Collected data entries:
Content starts
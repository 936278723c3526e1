"""Packaging: a light package root, the fluid catalogue found where it is shipped, and the wheel.

Import weight is checked in fresh interpreters (``python -c``), since this test process has long
loaded everything. The wheel test (marker ``wheel``; deselect with ``-m "not wheel"``) builds the
wheel from a clean copy of the project, installs it without dependencies into a folder of its
own and runs the command line from outside the checkout; it is skipped when pip cannot fetch the
build backend (no network and no cached setuptools). ``.ci/check-wheel`` does the full new-user
check: a brand-new virtual environment with the dependencies.
"""

from __future__ import annotations

import csv
import json
import os
import shutil
import subprocess
import sys
import zipfile
from pathlib import Path

import pytest

import orcscreen

REPO = Path(__file__).resolve().parent.parent
#: The folder that holds the orcscreen package this test process imports: the subprocesses
#: import the same one (the checkout for an editable install).
IMPORT_ROOT = Path(orcscreen.__file__).resolve().parent.parent

#: Libraries that a light import must not load: the engine's (CoolProp, numpy, SciPy) and the
#: table and chart libraries (pandas, Matplotlib).
HEAVY = ("CoolProp", "numpy", "scipy", "pandas", "matplotlib")


def _run_python(code: str, cwd: Path, extra_env: dict[str, str] | None = None) -> subprocess.CompletedProcess:
    env = {**os.environ, "PYTHONPATH": str(IMPORT_ROOT), **(extra_env or {})}
    return subprocess.run([sys.executable, "-c", code], cwd=cwd, env=env, capture_output=True,
                          text=True, timeout=120)


def _loaded_after(statement: str, tmp_path: Path) -> list[str]:
    """The HEAVY libraries loaded after ``statement`` in a fresh interpreter."""
    code = (f"import sys\n{statement}\n"
            f"print(__import__('json').dumps([m for m in {HEAVY!r} if m in sys.modules]))")
    done = _run_python(code, tmp_path)
    assert done.returncode == 0, done.stderr
    return json.loads(done.stdout.strip().splitlines()[-1])


@pytest.mark.parametrize("module", ["orcscreen", "orcscreen.store", "orcscreen.cli",
                                    "orcscreen.outputs", "orcscreen.constants_cache"])
def test_light_modules_load_neither_the_engine_nor_the_table_libraries(module, tmp_path):
    assert _loaded_after(f"import {module}", tmp_path) == []


@pytest.mark.parametrize("module", ["orcscreen.study", "orcscreen.cycles", "orcscreen.streams", "orcscreen.api"])
def test_registry_readers_load_numpy_but_not_coolprop(module, tmp_path):
    # the study schema reads the engine's registries (layouts, stream kinds, turbine models),
    # whose modules need numpy; CoolProp, SciPy, pandas and Matplotlib wait for the first use
    assert _loaded_after(f"import {module}", tmp_path) in ([], ["numpy"])


def test_the_engine_is_loaded_when_an_entry_point_is_used(tmp_path):
    # the other side of the check above: the subprocess does see CoolProp when it is needed
    loaded = _loaded_after("from orcscreen import evaluate_cycle\n"
                           "evaluate_cycle('R245fa', evaporation_pressure_bar=10, condensing_pressure_bar=2)", tmp_path)
    assert "CoolProp" in loaded


@pytest.mark.parametrize("argv", [["--help"], ["--version"], ["run", "missing.toml"],
                                  ["check", "missing.toml"], ["report", "."]])
def test_cli_answers_without_the_engine_until_a_command_needs_it(argv, tmp_path):
    code = ("import contextlib, io\nfrom orcscreen.cli import main\n"
            "with contextlib.redirect_stdout(io.StringIO()), contextlib.redirect_stderr(io.StringIO()):\n"
            f"    status = main({argv!r})\n"
            "print('status', status)")
    loaded = _loaded_after(code, tmp_path)
    # a command that reads a study reads the engine's registries too (numpy, not CoolProp)
    assert loaded in ([], ["numpy"]), loaded


#: Commands that need neither tables nor charts: they must leave pandas and Matplotlib unloaded
#: (issue 15, start-up: "import only what a command uses").
_LIGHT_COMMANDS = [["check", str(REPO / "studies" / "demo.toml")], ["fluids"], ["fluids", "--format", "csv"],
                   ["fluids", "--format", "json"], ["fluids", "--family", "hydrocarbon"], ["schema"]]


@pytest.mark.parametrize("argv", _LIGHT_COMMANDS, ids=lambda a: " ".join(a[:3]).replace(str(REPO), "."))
def test_light_commands_leave_pandas_and_matplotlib_unloaded(argv, tmp_path):
    code = ("import contextlib, io, sys\nfrom orcscreen import cli\n"
            "out = io.StringIO()\n"
            "with contextlib.redirect_stdout(out), contextlib.redirect_stderr(io.StringIO()):\n"
            f"    status = cli.main({argv!r})\n"
            "print(status, len(out.getvalue()))\n"
            "print(sorted(m for m in sys.modules if m.split('.')[0] in {'pandas', 'matplotlib'}))")
    done = _run_python(code, tmp_path)
    assert done.returncode == 0, done.stderr
    status_line, loaded = done.stdout.strip().splitlines()[-2:]
    status, printed = map(int, status_line.split())
    assert status == 0 and printed > 0  # the command did its work...
    assert loaded == "[]"  # ...without the table and chart libraries


@pytest.mark.parametrize("family", [None, "hydrocarbon", "hfo"])
def test_fluids_command_prints_what_pandas_prints(family, capsys):
    # The catalogue table is formatted without pandas; pandas (PyPI) is the reference for the
    # three formats of the DataFrame the command printed before: to_csv, to_json (records, its
    # default 10 decimals) and to_string with the command's float format and "-" for gaps.
    from orcscreen import cli, fluids

    argv = ["fluids"] + (["--family", family] if family else [])
    infos = fluids.select(include=[family] if family else ["all"], exclude=[], max_gwp=None,
                          safety_classes=None, zero_odp=False)
    frame = fluids.catalogue_frame(infos)
    assert cli.main([*argv, "--format", "csv"]) == 0
    assert capsys.readouterr().out == frame.to_csv(index=False, lineterminator="\n")
    assert cli.main([*argv, "--format", "json"]) == 0
    assert json.loads(capsys.readouterr().out) == json.loads(frame.to_json(orient="records"))
    assert cli.main(argv) == 0
    table = frame.rename(columns=cli._TABLE_HEADERS).to_string(
        index=False, na_rep="-", float_format=lambda x: f"{x:.5g}")
    assert capsys.readouterr().out.startswith(table + f"\n\n{len(frame)} fluids.\n")

def test_cli_unknown_fluid_error_is_still_bad_input(capsys):
    # UnknownFluidError reaches the boundary from orcscreen.fluids, which is then loaded: the
    # boundary finds the type among the loaded modules and answers exit status 2, one line
    from orcscreen import cli

    assert cli.main(["fluids", "--family", "hydrocarbn"]) == cli.EXIT_BAD_INPUT
    err = capsys.readouterr().err
    assert "unknown fluid or family 'hydrocarbn'" in err and "hydrocarbon" in err
    assert "Traceback" not in err and len(err.strip().splitlines()) == 1


def test_root_entry_points_are_the_api_functions():
    from orcscreen import api, evaluate_cycle, run_case, screen

    assert (screen, run_case, evaluate_cycle) == (api.screen, api.run_case, api.evaluate_cycle)
    assert set(orcscreen.__all__) == {"screen", "run_case", "evaluate_cycle", "__version__"}
    assert all(hasattr(orcscreen, name) for name in orcscreen.__all__)
    assert set(orcscreen.__all__) <= set(dir(orcscreen))
    with pytest.raises(AttributeError, match="no attribute 'not_a_name'"):
        orcscreen.not_a_name  # noqa: B018
    with pytest.raises(ImportError):
        from orcscreen import not_a_name  # noqa: F401


def test_outputs_still_exports_the_engine_row_columns():
    from orcscreen import api, outputs
    from orcscreen.outputs import ROW_COLUMNS

    assert ROW_COLUMNS is api.ROW_COLUMNS and outputs.ROW_COLUMNS is api.ROW_COLUMNS
    assert "ROW_COLUMNS" in outputs.__all__
    with pytest.raises(AttributeError):
        outputs.not_a_name  # noqa: B018


def test_shipped_catalogue_is_the_repository_file():
    from orcscreen import fluids

    shipped = fluids.DEFAULT_CATALOGUE
    # a checkout or an editable install reads fluids/ itself; an install from the wheel its copy
    assert shipped.resolve() in ((REPO / "fluids" / "catalogue.csv").resolve(),
                                 (IMPORT_ROOT / "orcscreen" / "catalogue" / "catalogue.csv").resolve())
    assert shipped.read_bytes() == (REPO / "fluids" / "catalogue.csv").read_bytes()


def test_catalogue_override_still_wins(tmp_path, monkeypatch):
    from orcscreen import fluids

    other = tmp_path / "other.csv"
    monkeypatch.setenv(fluids.CATALOGUE_ENV, str(other))
    assert fluids.catalogue_path() == other.resolve()
    monkeypatch.delenv(fluids.CATALOGUE_ENV)
    assert fluids.catalogue_path() == fluids.DEFAULT_CATALOGUE


# -- the wheel -----------------------------------------------------------------------------------

#: pip's words when it cannot reach an index for the build backend (no network, nothing cached).
_OFFLINE_SIGNS = ("Could not find a version that satisfies the requirement setuptools",
                  "No matching distribution found for setuptools", "NewConnectionError",
                  "Temporary failure in name resolution", "Network is unreachable")


def _project_files() -> list[str]:
    """The project's files as git sees them: tracked, or new and not ignored."""
    if shutil.which("git") is None or not (REPO / ".git").exists():
        pytest.skip("not a git checkout: cannot list the project's files")
    listed = subprocess.run(["git", "-C", str(REPO), "ls-files", "-z", "--cached", "--others",
                             "--exclude-standard"], check=True, capture_output=True).stdout.decode()
    return [name for name in listed.split("\0") if name and (REPO / name).is_file()]


@pytest.fixture(scope="module")
def built_wheel(tmp_path_factory) -> Path:
    """The wheel built from a clean copy of the project (nothing of an earlier build can leak in)."""
    work = tmp_path_factory.mktemp("wheel")
    for name in _project_files():
        (work / "src" / name).parent.mkdir(parents=True, exist_ok=True)
        shutil.copy2(REPO / name, work / "src" / name)
    done = subprocess.run([sys.executable, "-m", "pip", "wheel", "-q", "--no-deps", "-w", str(work / "dist"),
                           str(work / "src")], capture_output=True, text=True, timeout=600)
    if done.returncode != 0:
        output = done.stdout + done.stderr
        if any(sign in output for sign in _OFFLINE_SIGNS):
            pytest.skip("pip cannot fetch the build backend (offline?)")
        pytest.fail(f"building the wheel failed:\n{output}")
    (wheel,) = (work / "dist").glob("orcscreen-*.whl")
    return wheel


@pytest.mark.wheel
def test_wheel_carries_the_catalogue_and_no_top_level_fluids_package(built_wheel):
    names = zipfile.ZipFile(built_wheel).namelist()
    for name in ("catalogue.csv", "README.md"):
        assert zipfile.ZipFile(built_wheel).read(f"orcscreen/catalogue/{name}") == (REPO / "fluids" / name).read_bytes()
    top_level = {n.split("/")[0] for n in names if not n.split("/")[0].endswith(".dist-info")}
    assert top_level == {"orcscreen"}  # no "fluids": a PyPI library has that name
    # every module of the source tree is in the wheel (a subpackage left out of pyproject's
    # package list would be missing, as orcscreen/cycles once was)
    modules = {str(p.relative_to(REPO)).replace("\\", "/") for p in (REPO / "orcscreen").rglob("*.py")}
    assert modules <= set(names), sorted(modules - set(names))
    entry_points = zipfile.ZipFile(built_wheel).read(
        next(n for n in names if n.endswith(".dist-info/entry_points.txt"))).decode()
    assert "orcscreen = orcscreen.cli:main" in entry_points


@pytest.mark.wheel
def test_installed_wheel_lists_fluids_and_runs_a_study_outside_the_checkout(built_wheel, tmp_path):
    site = tmp_path / "site"
    subprocess.run([sys.executable, "-m", "pip", "install", "-q", "--no-deps", "--target", str(site),
                    str(built_wheel)], check=True, capture_output=True, timeout=300)
    run_dir = tmp_path / "run"
    run_dir.mkdir()
    tiny = (REPO / "studies" / "demo.toml").read_text(encoding="utf-8").replace(
        '\ninclude = ["hydrocarbon", "hfc", "hfo", "hcfo"]', '\ninclude = ["n-Pentane", "R245fa"]')
    assert 'include = ["n-Pentane", "R245fa"]' in tiny
    (run_dir / "tiny.toml").write_text(tiny, encoding="utf-8")
    env = {**os.environ, "PYTHONPATH": str(site)}  # the wheel's files only, not the checkout

    where = subprocess.run([sys.executable, "-c", "import orcscreen.fluids as f, orcscreen.cycles as c; "
                            "print(f.__file__); print(f.DEFAULT_CATALOGUE); print(c.__file__)"],
                           cwd=run_dir, env=env, capture_output=True, text=True, check=True).stdout.split()
    # (the checkout's editable install would serve a subpackage missing from the wheel: every
    # file must come from the wheel's copy)
    assert [Path(p).resolve().is_relative_to(site.resolve()) for p in where] == [True, True, True], where

    fluids_cmd = subprocess.run([sys.executable, "-m", "orcscreen", "fluids", "--format", "csv"],
                                cwd=run_dir, env=env, capture_output=True, text=True, timeout=300)
    assert fluids_cmd.returncode == 0, fluids_cmd.stderr
    listed = {row["coolprop_name"] for row in csv.DictReader(fluids_cmd.stdout.splitlines())}
    assert {"n-Pentane", "R245fa"} <= listed and len(listed) > 50

    run_cmd = subprocess.run([sys.executable, "-m", "orcscreen", "run", "tiny.toml", "--out", "out",
                              "--jobs", "1", "--no-report"], cwd=run_dir, env=env, capture_output=True,
                             text=True, timeout=300)
    assert run_cmd.returncode == 0, run_cmd.stderr
    with open(run_dir / "out" / "ranking.csv", newline="", encoding="utf-8") as f:
        rows = list(csv.DictReader(f))
    assert sorted((r["coolprop_name"], r["layout"], r["status"]) for r in rows) == sorted(
        (fluid, layout, "ok") for fluid in ("R245fa", "n-Pentane") for layout in ("basic", "recuperated"))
Content ends
Looking at the data above, write out exactly the lines that start at the one containing "names = zipfile.ZipFile(built_wheel).namelist()" and end at the one containing "not the checkout"; include both and nothing beyond.

    names = zipfile.ZipFile(built_wheel).namelist()
    for name in ("catalogue.csv", "README.md"):
        assert zipfile.ZipFile(built_wheel).read(f"orcscreen/catalogue/{name}") == (REPO / "fluids" / name).read_bytes()
    top_level = {n.split("/")[0] for n in names if not n.split("/")[0].endswith(".dist-info")}
    assert top_level == {"orcscreen"}  # no "fluids": a PyPI library has that name
    # every module of the source tree is in the wheel (a subpackage left out of pyproject's
    # package list would be missing, as orcscreen/cycles once was)
    modules = {str(p.relative_to(REPO)).replace("\\", "/") for p in (REPO / "orcscreen").rglob("*.py")}
    assert modules <= set(names), sorted(modules - set(names))
    entry_points = zipfile.ZipFile(built_wheel).read(
        next(n for n in names if n.endswith(".dist-info/entry_points.txt"))).decode()
    assert "orcscreen = orcscreen.cli:main" in entry_points


@pytest.mark.wheel
def test_installed_wheel_lists_fluids_and_runs_a_study_outside_the_checkout(built_wheel, tmp_path):
    site = tmp_path / "site"
    subprocess.run([sys.executable, "-m", "pip", "install", "-q", "--no-deps", "--target", str(site),
                    str(built_wheel)], check=True, capture_output=True, timeout=300)
    run_dir = tmp_path / "run"
    run_dir.mkdir()
    tiny = (REPO / "studies" / "demo.toml").read_text(encoding="utf-8").replace(
        '\ninclude = ["hydrocarbon", "hfc", "hfo", "hcfo"]', '\ninclude = ["n-Pentane", "R245fa"]')
    assert 'include = ["n-Pentane", "R245fa"]' in tiny
    (run_dir / "tiny.toml").write_text(tiny, encoding="utf-8")
    env = {**os.environ, "PYTHONPATH": str(site)}  # the wheel's files only, not the checkout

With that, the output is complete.